Emotional Intelligence, Employee Learning & Development, Company Culture   — 4 MIN


You would be hard-pressed to find someone who says they enjoy feeling uncertain or out-of-control. Unfortunately, these are the precise feelings most of us experience when faced with change. On an intellectual level, we may understand when change is for the best, but we often need help to overcome our fears and accept a “new normal.”

In business, change is necessary for growth. Leaders must anticipate employees’ inevitable reaction to disruptions of the status quo, and how it can negatively impact employee engagement. By approaching changes with understanding and empathy, it is possible to tap into staff’s resilience and keep them connected and committed to the company’s progress and their own professional growth.

For better or for worse—change is inevitable

It’s no surprise that downsizing, organizational restructuring, and mergers take a toll on employees. But it doesn’t take a seismic upheaval at work to impact employee engagement. Less dramatic changes such as revised workflows, new technology, or a change in the organizational chart can throw staff off their game, even if they know the outcomes will be beneficial. Even small shifts in routine—say, a revised break schedule, having to fill out new reports, or mandatory weekly meetings—can make some employees feel anxious and overwhelmed. 

Managers must consider how any change could impact their team. Preparing for only large-scale changes can leave the organization blindsided by staff that’s upset or even angry—and disengaged.

This does not mean a business should avoid making adjustments that could make employees unhappy. On the contrary, a company must constantly evolve to remain competitive. But it is possible to keep employees engaged during changes. The trick is to take a strategic, mindful approach that includes preparing employees for the change, supporting them during the transition, and learning from the experience to make subsequent changes even smoother. 

Negative impacts of change on employee engagement

What exactly is employee engagement? HR software provider Workable defines it as “an employee’s emotional commitment to their organization and its goals, leading to higher performance levels and mutual growth.” Engagement shows up in day-to-day work as enthusiasm, teamwork, connection, and confidence that they are an integral part of the company’s success.

On the flip side, disengagement can manifest as a lack of enthusiasm, withdrawal from collaboration, low productivity and quiet quitting, absenteeism, conflict and hostility, and overall bad morale. 

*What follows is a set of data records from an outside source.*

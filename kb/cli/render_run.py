"""A run, a list of runs, and a history as text."""

from __future__ import annotations

import datetime as dt
from collections.abc import Mapping, Sequence
from typing import Any

from kb.cli.render import heading, split_words, table, wrapped
from kb.cli.render_assessment import conditions_line
from kb.plain import plain
from kb.record.run import Run


def render_run(run: Run) -> str:
    """Return one run in full."""
    withdrawn = " (withdrawn)" if run.is_withdrawn else ""
    lines = [heading(f"{run.code or 'new run'}{withdrawn}")]
    lines += wrapped(plain(run.scheme), 2)
    lines += _field("conditions", conditions_line(run.conditions))
    for label, value in (
        ("atmosphere", run.conditions.atmosphere),
        ("vessel", run.conditions.vessel),
        ("work-up", run.conditions.workup),
        ("conc.", None if run.conditions.conc_molar is None else f"{run.conditions.conc_molar:g} M"),
        ("scale", None if run.conditions.scale_mmol is None else f"{run.conditions.scale_mmol:g} mmol"),
    ):
        lines += _field(label, value)
    lines += _outcome(run)
    when = run.date.isoformat() if run.date else "date not recorded"
    lines += _field("run by", f"{run.by or 'not recorded'}, {when}")
    for label, value in (("reference", run.reference), ("project", run.project), ("series", run.series)):
        lines += _field(label, value)
    if run.note:
        lines += _field("note", run.note)
    if run.withdrawn_why is not None:
        lines += _field("withdrawn", run.withdrawn_why)
    if run.revision > 1:
        lines += _field("revision", f"{run.revision}; see `history {run.code}`")
    return "\n".join(lines)


def render_runs(runs: Sequence[Run], total: int, first: int) -> str:
    """Return a page of runs, a line each."""
    if not runs:
        return "No runs." if not total else f"No runs on this page; there are {total}."
    rows = [
        (
            run.code or "",
            run.date.isoformat() if run.date else "",
            str(run.verdict or ""),
            split_words(sorted(run.outcome.split.items(), key=lambda p: -p[1]), 1),
            "" if run.outcome.yield_pct is None else f"{run.outcome.yield_pct:.0f} %",
            conditions_line(run.conditions),
        )
        for run in runs
    ]
    lines = table(rows, ("run", "date", "verdict", "main fate", "yield", "conditions"), (7, 10, 7, 15, 5, 26))
    lines.append(f"{first + 1} to {first + len(runs)} of {total}")
    return "\n".join(lines)


def render_history(entries: Sequence[Mapping[str, Any]]) -> str:
    """Return a history, oldest first."""
    lines: list[str] = []
    for entry in entries:
        stamp = dt.datetime.fromisoformat(entry["at"]).strftime("%Y-%m-%d %H:%M UTC")
        lines.append(f"{entry['revision']:>3}  {stamp}  {plain(str(entry['action']))} by {plain(str(entry['who']))}")
        if entry.get("why"):
            lines += wrapped(str(entry["why"]), 5)
        for change in entry["changed"]:
            lines += wrapped(f"{change['field']}: {_short(change['from'])} → {_short(change['to'])}", 5)
    return "\n".join(lines) or "No history."


def _short(value: Any) -> str:
    text = plain(str(value))
    return "not recorded" if value is None else text if len(text) <= 160 else text[:159] + "…"


def _field(label: str, value: str | None) -> list[str]:
    return wrapped(value, 14, first=f"  {label:<12}") if value else []


def _outcome(run: Run) -> list[str]:
    outcome = run.outcome
    lines = _field("verdict", str(run.verdict) if run.verdict else None)
    for product in outcome.products:
        share = "seen" if product.share is None else f"{100 * product.share:.0f} %"
        how = f" by {product.method}" if product.method else ""
        lines += wrapped(f"{product.fate} {share}{how} {product.smiles or ''}".strip(), 14, first=f"  {'outcome':<12}")
    for label, value in (
        ("isolated", outcome.isolated_yield_pct),
        ("assay", outcome.assay_yield_pct),
        ("conversion", outcome.conversion_pct),
        ("ee", outcome.ee_pct),
    ):
        lines += _field(label, None if value is None else f"{value:g} %")
    for failure in outcome.failures:
        words = (
            failure.mode
            + (f", {failure.cause}" if failure.cause else "")
            + (f", motif {failure.motif}" if failure.motif else "")
        )
        lines += _field("failed by", words)
    return lines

These detrimental and disruptive behaviors often stem from a negative emotional reaction to change. Employees may feel:

  • Disoriented and confused about how the change will impact them
  • The urge to cling stubbornly to the “old” way of doing things
  • Worried they’ll fail at learning new skills
  • Resentful of new tasks that they feel will increase their workload
  • Angry, disappointed, or mistrustful about personnel changes
  • Fearful about their job security

Most likely, employees will experience a combination of these feelings. And the bigger the change, the greater the toll these emotions can have on employee engagement.

Techniques for managing change

Management needs to recognize that even small changes can be a big deal. While those in the C-suite may be excited about the progress that change will bring, it’s unrealistic to expect everyone on the team to share their enthusiasm. Yes, they may care about the company’s success, but they’ll also be concerned about what it means for their day-to-day routines, as well as their personal and professional future.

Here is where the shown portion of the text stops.